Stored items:
·····

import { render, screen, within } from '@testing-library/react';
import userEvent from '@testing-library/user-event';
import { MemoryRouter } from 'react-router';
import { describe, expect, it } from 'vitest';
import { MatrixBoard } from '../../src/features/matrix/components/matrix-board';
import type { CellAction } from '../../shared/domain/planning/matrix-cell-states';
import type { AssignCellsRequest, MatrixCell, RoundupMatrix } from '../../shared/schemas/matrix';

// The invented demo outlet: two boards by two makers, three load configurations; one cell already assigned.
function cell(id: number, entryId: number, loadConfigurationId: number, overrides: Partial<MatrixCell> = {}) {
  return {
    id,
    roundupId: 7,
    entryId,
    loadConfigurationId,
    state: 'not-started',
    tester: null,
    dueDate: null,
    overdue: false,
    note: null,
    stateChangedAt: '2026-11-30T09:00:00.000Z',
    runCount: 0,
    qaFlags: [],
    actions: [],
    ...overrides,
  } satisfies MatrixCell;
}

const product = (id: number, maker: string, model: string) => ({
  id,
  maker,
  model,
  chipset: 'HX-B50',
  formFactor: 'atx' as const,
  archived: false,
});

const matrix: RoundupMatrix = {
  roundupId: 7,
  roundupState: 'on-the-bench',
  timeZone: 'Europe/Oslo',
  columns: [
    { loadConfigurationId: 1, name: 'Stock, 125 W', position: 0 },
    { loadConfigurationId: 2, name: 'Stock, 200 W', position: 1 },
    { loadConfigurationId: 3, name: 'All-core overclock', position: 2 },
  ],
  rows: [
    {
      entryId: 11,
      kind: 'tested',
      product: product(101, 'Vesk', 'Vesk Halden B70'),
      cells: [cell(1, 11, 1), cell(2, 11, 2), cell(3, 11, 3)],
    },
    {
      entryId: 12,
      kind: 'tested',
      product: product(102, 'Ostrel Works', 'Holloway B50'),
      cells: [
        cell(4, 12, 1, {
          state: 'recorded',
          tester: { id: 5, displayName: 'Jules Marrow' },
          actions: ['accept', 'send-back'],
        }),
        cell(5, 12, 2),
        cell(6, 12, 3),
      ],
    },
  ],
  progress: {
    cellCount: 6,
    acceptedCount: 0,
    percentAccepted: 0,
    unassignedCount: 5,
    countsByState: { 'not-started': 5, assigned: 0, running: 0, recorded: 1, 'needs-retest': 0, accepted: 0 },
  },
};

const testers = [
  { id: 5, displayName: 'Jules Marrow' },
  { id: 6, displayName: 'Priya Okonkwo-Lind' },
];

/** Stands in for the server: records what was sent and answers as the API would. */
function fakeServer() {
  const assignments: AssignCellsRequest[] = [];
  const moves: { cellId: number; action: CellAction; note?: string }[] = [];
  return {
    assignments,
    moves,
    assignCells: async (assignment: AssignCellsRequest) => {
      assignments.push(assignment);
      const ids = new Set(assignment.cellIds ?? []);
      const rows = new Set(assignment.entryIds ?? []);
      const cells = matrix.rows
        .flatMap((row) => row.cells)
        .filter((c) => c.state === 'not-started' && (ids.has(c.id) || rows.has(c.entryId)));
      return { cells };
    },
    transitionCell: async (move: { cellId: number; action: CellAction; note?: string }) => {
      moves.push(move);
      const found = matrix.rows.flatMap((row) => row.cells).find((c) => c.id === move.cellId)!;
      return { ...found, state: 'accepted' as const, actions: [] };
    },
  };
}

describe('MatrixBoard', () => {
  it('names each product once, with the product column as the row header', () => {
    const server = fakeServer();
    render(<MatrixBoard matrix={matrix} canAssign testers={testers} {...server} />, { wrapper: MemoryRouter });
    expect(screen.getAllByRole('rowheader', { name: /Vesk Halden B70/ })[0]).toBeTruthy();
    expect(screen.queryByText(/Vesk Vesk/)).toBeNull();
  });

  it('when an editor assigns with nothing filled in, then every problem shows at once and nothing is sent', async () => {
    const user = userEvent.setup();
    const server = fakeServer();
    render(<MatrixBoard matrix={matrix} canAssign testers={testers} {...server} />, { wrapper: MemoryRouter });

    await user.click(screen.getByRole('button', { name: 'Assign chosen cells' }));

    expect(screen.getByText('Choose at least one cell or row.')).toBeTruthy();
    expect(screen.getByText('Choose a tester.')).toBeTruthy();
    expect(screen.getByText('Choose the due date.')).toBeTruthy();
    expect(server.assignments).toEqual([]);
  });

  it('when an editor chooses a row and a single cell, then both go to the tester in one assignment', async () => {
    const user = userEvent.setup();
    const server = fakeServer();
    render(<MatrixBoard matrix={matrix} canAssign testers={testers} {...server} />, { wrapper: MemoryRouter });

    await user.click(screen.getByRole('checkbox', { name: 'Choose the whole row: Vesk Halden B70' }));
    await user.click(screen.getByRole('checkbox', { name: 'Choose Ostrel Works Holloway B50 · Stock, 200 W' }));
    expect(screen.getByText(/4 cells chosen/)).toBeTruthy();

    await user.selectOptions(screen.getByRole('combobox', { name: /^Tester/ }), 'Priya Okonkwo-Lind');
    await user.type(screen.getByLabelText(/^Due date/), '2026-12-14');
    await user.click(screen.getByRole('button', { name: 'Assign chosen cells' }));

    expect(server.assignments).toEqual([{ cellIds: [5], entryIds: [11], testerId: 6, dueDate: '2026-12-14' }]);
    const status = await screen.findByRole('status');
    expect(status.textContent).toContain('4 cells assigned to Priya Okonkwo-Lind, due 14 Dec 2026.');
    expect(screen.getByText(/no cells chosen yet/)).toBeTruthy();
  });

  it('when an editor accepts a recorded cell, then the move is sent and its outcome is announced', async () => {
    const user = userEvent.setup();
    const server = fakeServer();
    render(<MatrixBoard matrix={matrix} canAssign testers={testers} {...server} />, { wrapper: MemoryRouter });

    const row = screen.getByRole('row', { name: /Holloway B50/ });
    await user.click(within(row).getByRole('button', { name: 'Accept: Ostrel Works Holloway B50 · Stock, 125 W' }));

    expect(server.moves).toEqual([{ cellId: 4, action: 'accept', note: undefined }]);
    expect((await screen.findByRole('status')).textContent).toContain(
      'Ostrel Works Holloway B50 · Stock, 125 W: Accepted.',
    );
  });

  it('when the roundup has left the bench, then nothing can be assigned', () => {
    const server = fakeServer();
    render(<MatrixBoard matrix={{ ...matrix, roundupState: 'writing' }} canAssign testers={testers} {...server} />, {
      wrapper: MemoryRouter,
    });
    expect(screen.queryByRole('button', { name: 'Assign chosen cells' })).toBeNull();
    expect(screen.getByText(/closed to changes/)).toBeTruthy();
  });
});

·····

_TASK DESCRIPTION_: What the exercise needs is every record again, word for word.

_SOLUTION TO THE EXERCISE_:
import { render, screen, within } from '@testing-library/react';
import userEvent from '@testing-library/user-event';
import { MemoryRouter } from 'react-router';
import { describe, expect, it } from 'vitest';
import { MatrixBoard } from '../../src/features/matrix/components/matrix-board';
import type { CellAction } from '../../shared/domain/planning/matrix-cell-states';
import type { AssignCellsRequest, MatrixCell, RoundupMatrix } from '../../shared/schemas/matrix';

// The invented demo outlet: two boards by two makers, three load configurations; one cell already assigned.
function cell(id: number, entryId: number, loadConfigurationId: number, overrides: Partial<MatrixCell> = {}) {
  return {
    id,
    roundupId: 7,
    entryId,
    loadConfigurationId,
    state: 'not-started',
    tester: null,
    dueDate: null,
    overdue: false,
    note: null,
    stateChangedAt: '2026-11-30T09:00:00.000Z',
    runCount: 0,
    qaFlags: [],
    actions: [],
    ...overrides,
  } satisfies MatrixCell;
}

const product = (id: number, maker: string, model: string) => ({
  id,
  maker,
  model,
  chipset: 'HX-B50',
  formFactor: 'atx' as const,
  archived: false,
});

const matrix: RoundupMatrix = {
  roundupId: 7,
  roundupState: 'on-the-bench',
  timeZone: 'Europe/Oslo',
  columns: [
    { loadConfigurationId: 1, name: 'Stock, 125 W', position: 0 },
    { loadConfigurationId: 2, name: 'Stock, 200 W', position: 1 },
    { loadConfigurationId: 3, name: 'All-core overclock', position: 2 },
  ],
  rows: [
    {
      entryId: 11,
      kind: 'tested',
      product: product(101, 'Vesk', 'Vesk Halden B70'),
      cells: [cell(1, 11, 1), cell(2, 11, 2), cell(3, 11, 3)],
    },
    {
      entryId: 12,
      kind: 'tested',
      product: product(102, 'Ostrel Works', 'Holloway B50'),
      cells: [
        cell(4, 12, 1, {
          state: 'recorded',
          tester: { id: 5, displayName: 'Jules Marrow' },
          actions: ['accept', 'send-back'],
        }),
        cell(5, 12, 2),
        cell(6, 12, 3),
      ],
    },
  ],
  progress: {
    cellCount: 6,
    acceptedCount: 0,
    percentAccepted: 0,
    unassignedCount: 5,
    countsByState: { 'not-started': 5, assigned: 0, running: 0, recorded: 1, 'needs-retest': 0, accepted: 0 },
  },
};

const testers = [
  { id: 5, displayName: 'Jules Marrow' },
  { id: 6, displayName: 'Priya Okonkwo-Lind' },
];

/** Stands in for the server: records what was sent and answers as the API would. */
function fakeServer() {
  const assignments: AssignCellsRequest[] = [];
  const moves: { cellId: number; action: CellAction; note?: string }[] = [];
  return {
    assignments,
    moves,
    assignCells: async (assignment: AssignCellsRequest) => {
      assignments.push(assignment);
      const ids = new Set(assignment.cellIds ?? []);
      const rows = new Set(assignment.entryIds ?? []);
      const cells = matrix.rows
        .flatMap((row) => row.cells)
        .filter((c) => c.state === 'not-started' && (ids.has(c.id) || rows.has(c.entryId)));
      return { cells };
    },
    transitionCell: async (move: { cellId: number; action: CellAction; note?: string }) => {
      moves.push(move);
      const found = matrix.rows.flatMap((row) => row.cells).find((c) => c.id === move.cellId)!;
      return { ...found, state: 'accepted' as const, actions: [] };
    },
  };
}

describe('MatrixBoard', () => {
  it('names each product once, with the product column as the row header', () => {
    const server = fakeServer();
    render(<MatrixBoard matrix={matrix} canAssign testers={testers} {...server} />, { wrapper: MemoryRouter });
    expect(screen.getAllByRole('rowheader', { name: /Vesk Halden B70/ })[0]).toBeTruthy();
    expect(screen.queryByText(/Vesk Vesk/)).toBeNull();
  });

  it('when an editor assigns with nothing filled in, then every problem shows at once and nothing is sent', async () => {
    const user = userEvent.setup();
    const server = fakeServer();
    render(<MatrixBoard matrix={matrix} canAssign testers={testers} {...server} />, { wrapper: MemoryRouter });

    await user.click(screen.getByRole('button', { name: 'Assign chosen cells' }));

    expect(screen.getByText('Choose at least one cell or row.')).toBeTruthy();
    expect(screen.getByText('Choose a tester.')).toBeTruthy();
    expect(screen.getByText('Choose the due date.')).toBeTruthy();
    expect(server.assignments).toEqual([]);
  });

  it('when an editor chooses a row and a single cell, then both go to the tester in one assignment', async () => {
    const user = userEvent.setup();
    const server = fakeServer();
    render(<MatrixBoard matrix={matrix} canAssign testers={testers} {...server} />, { wrapper: MemoryRouter });

    await user.click(screen.getByRole('checkbox', { name: 'Choose the whole row: Vesk Halden B70' }));
    await user.click(screen.getByRole('checkbox', { name: 'Choose Ostrel Works Holloway B50 · Stock, 200 W' }));
    expect(screen.getByText(/4 cells chosen/)).toBeTruthy();

    await user.selectOptions(screen.getByRole('combobox', { name: /^Tester/ }), 'Priya Okonkwo-Lind');
    await user.type(screen.getByLabelText(/^Due date/), '2026-12-14');
    await user.click(screen.getByRole('button', { name: 'Assign chosen cells' }));

    expect(server.assignments).toEqual([{ cellIds: [5], entryIds: [11], testerId: 6, dueDate: '2026-12-14' }]);
    const status = await screen.findByRole('status');
    expect(status.textContent).toContain('4 cells assigned to Priya Okonkwo-Lind, due 14 Dec 2026.');
    expect(screen.getByText(/no cells chosen yet/)).toBeTruthy();
  });

  it('when an editor accepts a recorded cell, then the move is sent and its outcome is announced', async () => {
    const user = userEvent.setup();
    const server = fakeServer();
    render(<MatrixBoard matrix={matrix} canAssign testers={testers} {...server} />, { wrapper: MemoryRouter });

    const row = screen.getByRole('row', { name: /Holloway B50/ });
    await user.click(within(row).getByRole('button', { name: 'Accept: Ostrel Works Holloway B50 · Stock, 125 W' }));

    expect(server.moves).toEqual([{ cellId: 4, action: 'accept', note: undefined }]);
    expect((await screen.findByRole('status')).textContent).toContain(
      'Ostrel Works Holloway B50 · Stock, 125 W: Accepted.',
    );
  });

  it('when the roundup has left the bench, then nothing can be assigned', () => {
    const server = fakeServer();
    render(<MatrixBoard matrix={{ ...matrix, roundupState: 'writing' }} canAssign testers={testers} {...server} />, {
      wrapper: MemoryRouter,
    });
    expect(screen.queryByRole('button', { name: 'Assign chosen cells' })).toBeNull();
    expect(screen.getByText(/closed to changes/)).toBeTruthy();
  });
});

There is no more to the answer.